Ces conclusions hâtivement formulées, Jérémie décida de jouer sur la défensive. L'antagoniste semblait être bouillonnant et impulsif, chose qui pourrait lui donner un certain avantage.

Quelques secondes plus tard, les faits donnèrent raison au garçon qui plaqua ses mains à terre. Une véritable barrière à l'éclat adamantin s'éleva de terre pour faire obstacle à Dynamo, qui armait ses poings et courait vers lui.

- Pathétique ! marmonna l'homme d'un ton cinglant.

En dépit de la confiance qu'il plaçait en son mur, Jérémie ne put réprimer un geste de recul instinctif. Chose qui lui sauva la vie. D'un coup hargneux, Dynamo réduisit le rempart en miettes et écorcha le bras gauche du garçon. Celui-ci vacilla sur plusieurs mètres et retomba lourdement sur les fesses, désarçonné.

- Tu ne m'amuses vraiment plus ! tonna Dynamo avec férocité. Mais où sont donc passés les robustes combattants que je m'attendais à affronter ? Je suis déçu... Meurs !

Empli de volonté meurtrière, il pointa ses deux mains sur Jérémie. La brûlure aiguë de sa coupure fit grimacer le garçon qui se releva maladroitement. Seuls quelques échanges avaient suffi pour pointer du doigt le fossé qui le séparait de son adversaire. Aigri, Jérémie acceptait durement mais fatalement cette réalité. Sa vie allait s'achever. Ici et maintenant.

Derrière lui, le garçon perçut le souffle généré par des rouleaux de vagues : ses pas l'avaient mené près de la falaise. Dans un mouvement d'espoir ridicule, il porta son regard en contrebas. Cruelle déception s'il en est. Des récifs acérés semblables à des glaives de roche émergeaient en pointant vers le ciel, prêts à empaler quiconque chuterait.

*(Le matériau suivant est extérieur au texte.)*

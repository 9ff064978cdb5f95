//! Joint-rate logs without masses: a linkage's momenta are p = M(q) v with
//! an angle-dependent mass matrix M(q), so stated masses cannot form them.
//! This stage learns M(q) (with the potential and constant input gain and
//! joint friction) from the logged (q, v) alone by the Euler-Lagrange loss
//! of [`crate::learn::inertia_loss`], and turns every trajectory into
//! (q, p = M(q) v) with dp/dt estimated from the new momenta by the log's
//! Savitzky-Golay filter; the energy model is then fitted to those momenta
//! like any other log.
//!
//! Motion alone fixes M and V only up to one common factor. The stated
//! normalization: the mean of M_11 over the training samples is 1 (one
//! unit of coordinate 1's own inertia), unless the user states that mean
//! ([`InertiaSettings::reference_inertia`], e.g. in kg m^2), which makes
//! the momenta and energies physical.

use anyhow::{bail, Result};
use ndarray::{s, Array2};
use rand::seq::SliceRandom;
use rand::SeedableRng;
use rand_chacha::ChaCha8Rng;
use serde::Serialize;

use crate::data::dataset::{Dataset, Trajectory};
use crate::data::derivative::SavitzkyGolay;
use crate::learn::fit::ArchChoice;
use crate::learn::hnn::{EnergyArch, HnnObjective, HnnWork, Normalization};
use crate::learn::inertia_loss::{Batch, Chunk, InertiaLoss};
use crate::learn::mechanical;
use crate::learn::net::{self, MlpWork};
use crate::learn::optim::{clip_global_norm, Adam, Schedule};

/// Window length in multiples of the velocity's time scale
/// rms(v) / rms(dv/dt) (our own choice: long enough that the momentum
/// change stands above the rate noise, short against a swing).
const WINDOW_TIME_SCALES: f64 = 0.5;
/// Window bounds in steps (our own choice).
const WINDOW_STEPS: (usize, usize) = (2, 32);
/// Samples per chunk, in windows (our own choice).
const CHUNK_WINDOWS: usize = 8;
/// Samples per mini-batch the pipeline uses, whatever the energy fit's
/// batch (our own choice, measured on the double pendulum of
/// `tests/tests/joint_rates.rs`: 300 epochs at 256 samples left M(q) off by
/// 8-31 %, at 64 by 0.9-1.4 %).
pub const BATCH: usize = 64;

/// How to fit the mass matrix.
#[derive(Debug, Clone)]
pub struct InertiaSettings {
    /// The networks (as the energy model's: hidden widths, activation).
    pub arch: ArchChoice,
    /// Passes over the training chunks.
    pub epochs: usize,
    /// Samples per mini-batch (at least one chunk).
    pub batch: usize,
    /// Peak learning rate.
    pub lr: f32,
    /// Seed of the initialization and the shuffling.
    pub seed: u64,
    /// The mean of M_11 over the training samples in physical units, when
    /// known; otherwise 1 (normalization).
    pub reference_inertia: Option<f64>,
}

impl InertiaSettings {
    /// The settings `visviva fit` and `visviva run` use: the energy model's
    /// hidden widths and activation, its epochs, learning rate and seed, and
    /// the stage's own mini-batch ([`BATCH`]).
    pub fn for_fit(
        hidden: &[usize],
        activation: crate::learn::net::Activation,
        (epochs, lr, seed): (usize, f32, u64),
        reference_inertia: Option<f64>,
    ) -> Self {
        Self {
            arch: ArchChoice {
                hidden: hidden.to_vec(),
                activation,
                ..ArchChoice::default()
            },
            epochs,
            batch: BATCH,
            lr,
            seed,
            reference_inertia,
        }
    }
}

/// What the stage found, for the command output and the report.
#[derive(Debug, Clone, PartialEq, Serialize)]
pub struct InertiaSummary {
    /// Samples per window (steps + 1).
    pub window_samples: usize,
    /// Training epochs.
    pub epochs: usize,
    /// The loss (mean over coordinates of the residual's share of the
    /// momentum change, squared) on the training logs.
    pub train_ratio: f64,
    /// The same on the held-out logs, when there are any.
    pub held_out_ratio: Option<f64>,
    /// The stated mean of M_11, or `None` when normalized to 1.
    pub reference_inertia: Option<f64>,
    /// Range of each M_ii over the training samples.
    pub diagonal_range: Vec<(f64, f64)>,
    /// Largest |M_ij| / sqrt(M_ii M_jj), i != j, over the training samples.
    pub max_coupling: f64,
}

impl InertiaSummary {
    /// The lines `fit` and `run` print.
    pub fn lines(&self) -> Vec<String> {
        let scale = match self.reference_inertia {
            Some(m) => format!("mean M11 = {m:.6} as stated, so momenta and energies are physical"),
            None => "normalized so the mean M11 is 1 (state [data] reference_inertia for \
                     physical momenta and energies)"
                .into(),
        };
        let ranges: Vec<String> = self
            .diagonal_range
            .iter()
            .enumerate()
            .map(|(i, (lo, hi))| format!("M{0}{0} {lo:.4}..{hi:.4}", i + 1))
            .collect();
        vec![
            "joint rates without masses: momenta p = M(q) v from a mass matrix learned \
             from the log (Euler-Lagrange residual over windows of the log)"
                .into(),
            format!(
                "  residual share {:.2e} on the training logs{}; windows of {} samples; {scale}",
                self.train_ratio,
                self.held_out_ratio
                    .map_or(String::new(), |v| format!(", {v:.2e} held out")),
                self.window_samples
            ),
            format!(
                "  over the logged angles: {}; largest coupling |Mij|/sqrt(Mii Mjj) {:.3}",
                ranges.join(", "),
                self.max_coupling
            ),
        ]
    }
}

/// The fitted mass matrix and how it turns rates into momenta.
#[derive(Debug, Clone)]
pub struct InertiaModel {
    loss: InertiaLoss,
    params: Vec<f32>,
    norm: Normalization,
    /// M in stated units = `unit` x es K / (s_v,i s_v,j).
    unit: f64,
    /// What the fit found.
    pub summary: InertiaSummary,
}

/// Fit the mass matrix to `train` (states (q, v) with unit masses), keeping
/// the parameters with the best held-out loss when `val` is given.
pub fn fit_inertia(
    train: &Dataset,
    val: Option<&Dataset>,
    settings: &InertiaSettings,
) -> Result<InertiaModel> {
    let n = train.dof;
    let norm = Normalization::from_data(train, true)?;
    let arch = ArchChoice {
        mechanical: true,
        separable: false,
        ..settings.arch.clone()
    }
    .build(n)?;
    let window = window_samples(train, &norm);
    let input_scale = input_scales(train);
    let loss = InertiaLoss {
        objective: HnnObjective::new(n, arch.clone(), &norm),
        rate_gain: (0..n).map(|i| norm.scale[n + i] / norm.scale[i]).collect(),
        window,
        inputs: train.inputs,
    };
    let train_batches = training_batches(train, &norm, &input_scale, window, settings.batch)?;
    let held_out = match val {
        Some(v) if !v.trajectories.is_empty() => {
            Some(batches(v, &norm, &input_scale, window, settings.batch))
        }
        _ => None,
    };
    let mut params = arch.init(n, settings.seed);
    params.extend(std::iter::repeat_n(0.0, n * (train.inputs + 1)));
    let (params, train_ratio, held_out_ratio) =
        optimize(&loss, params, &train_batches, held_out.as_deref(), settings)?;
    let mut model = InertiaModel {
        loss,
        params,
        norm,
        unit: 1.0,
        summary: InertiaSummary {
            window_samples: window,
            epochs: settings.epochs,
            train_ratio,
            held_out_ratio,
            reference_inertia: settings.reference_inertia,
            diagonal_range: Vec::new(),
            max_coupling: 0.0,
        },
    };
    model.state_the_scale(train, settings.reference_inertia)?;
    Ok(model)
}

/// Samples per window from the velocity's time scale (see the constants).
fn window_samples(train: &Dataset, norm: &Normalization) -> usize {
    let n = train.dof;
    let tau = (0..n)
        .map(|i| (norm.scale[n + i] / norm.rate_scale[n + i]) as f64)
        .fold(f64::INFINITY, f64::min);
    let dt = median_step(train);
    let steps = (WINDOW_TIME_SCALES * tau / dt).round();
    let steps = if steps.is_finite() {
        steps as usize
    } else {
        WINDOW_STEPS.0
    };
    steps.clamp(WINDOW_STEPS.0, WINDOW_STEPS.1) + 1
}

/// The median sampling step over every trajectory.
fn median_step(ds: &Dataset) -> f64 {
    let mut steps: Vec<f64> = ds
        .trajectories
        .iter()
        .flat_map(|t| t.t.windows(2).map(|w| w[1] - w[0]))
        .collect();
    if steps.is_empty() {
        return 1.0;
    }
    steps.sort_by(f64::total_cmp);
    steps[steps.len() / 2]
}

/// RMS of each input (1 when an input never moves).
fn input_scales(ds: &Dataset) -> Vec<f32> {
    (0..ds.inputs)
        .map(|j| {
            let (sum, count) = ds.trajectories.iter().fold((0.0f64, 0usize), |acc, t| {
                let c = t.u.column(j);
                (
                    acc.0 + c.iter().map(|v| v * v).sum::<f64>(),
                    acc.1 + c.len(),
                )
            });
            let rms = (sum / count.max(1) as f64).sqrt();
            if rms > 0.0 {
                rms as f32
            } else {
                1.0
            }
        })
        .collect()
}

/// The training mini-batches; an error when no trajectory holds one
/// window.
fn training_batches(
    ds: &Dataset,
    norm: &Normalization,
    us: &[f32],
    window: usize,
    rows: usize,
) -> Result<Vec<Batch>> {
    let out = batches(ds, norm, us, window, rows);
    if out.is_empty() {
        bail!(
            "learning the mass matrix needs trajectories of at least {window} samples \
             (one window); none is that long"
        );
    }
    Ok(out)
}

/// Chunks of `CHUNK_WINDOWS` windows (overlapping by one window less one
/// sample, so every window lies in exactly one chunk), stacked into
/// mini-batches of at least `rows` samples.
fn batches(
    ds: &Dataset,
    norm: &Normalization,
    us: &[f32],
    window: usize,
    rows: usize,
) -> Vec<Batch> {
    let len = window * CHUNK_WINDOWS;
    let stride = len - (window - 1);
    let mut out = Vec::new();
    let mut pending: Vec<Chunk> = Vec::new();
    let mut filled = 0;
    for t in &ds.trajectories {
        let samples = t.t.len();
        let mut start = 0;
        while start + window <= samples {
            let end = (start + len).min(samples);
            let c = chunk(t, norm, us, start..end);
            filled += c.z.nrows();
            pending.push(c);
            if filled >= rows.max(1) {
                out.push(Batch::of(&pending.iter().collect::<Vec<_>>()));
                (pending, filled) = (Vec::new(), 0);
            }
            start += stride;
        }
    }
    if !pending.is_empty() {
        out.push(Batch::of(&pending.iter().collect::<Vec<_>>()));
    }
    out
}

/// One chunk: normalized states and inputs, and the steps.
fn chunk(t: &Trajectory, norm: &Normalization, us: &[f32], rows: std::ops::Range<usize>) -> Chunk {
    let d = t.x.ncols();
    let z = Array2::from_shape_fn((rows.len(), d), |(k, i)| {
        ((t.x[[rows.start + k, i]] - norm.offset[i] as f64) / norm.scale[i] as f64) as f32
    });
    let u = Array2::from_shape_fn((rows.len(), us.len()), |(k, j)| {
        (t.u[[rows.start + k, j]] / us[j] as f64) as f32
    });
    let h = rows
        .clone()
        .map(|k| {
            if k == 0 {
                0.0
            } else {
                (t.t[k] - t.t[k - 1]) as f32
            }
        })
        .collect();
    Chunk { z, u, h }
}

- Ne cherche pas, tu es fait comme un rat ! assura Dynamo en revêtant son expression la plus sournoise. Maintenant... A-D-I-E-U.

Au creux de ses paumes jointes, une sphère naquit et crépita tel un brasier à la faim dévorante. Terrifié - mais aussi fasciné - par ce globe de mort, Jérémie ne parvint pas à remuer un muscle. Ses membres tétanisés le lançaient douloureusement et ses entrailles se tordaient en tous sens, comme voulant s'échapper.

Enfin, Dynamo envoya un rayon aux teintes crépusculaires. Dans un sifflement d'obus, le projectile s'étendit jusqu'à Jérémie...
Désarroi comme amertume se bousculèrent en lui tandis qu'il baissait les bras, prêt à accueillir la mort. Périr si bêtement... Quelle honte.

Par-delà le roulis et les rafales, Dynamo rit à nouveau. Voilà donc le dernier son qu'il entendrait...

C'est alors qu'une ombre masqua à Jérémie la vue du rayon. Les bras en étoiles... Cyril le défendait.

Avant que Jérémie ait pu esquisser le moindre geste ou la moindre parole, le projectile frappa Cyril de plein fouet. Le monde sembla alors s'écrouler.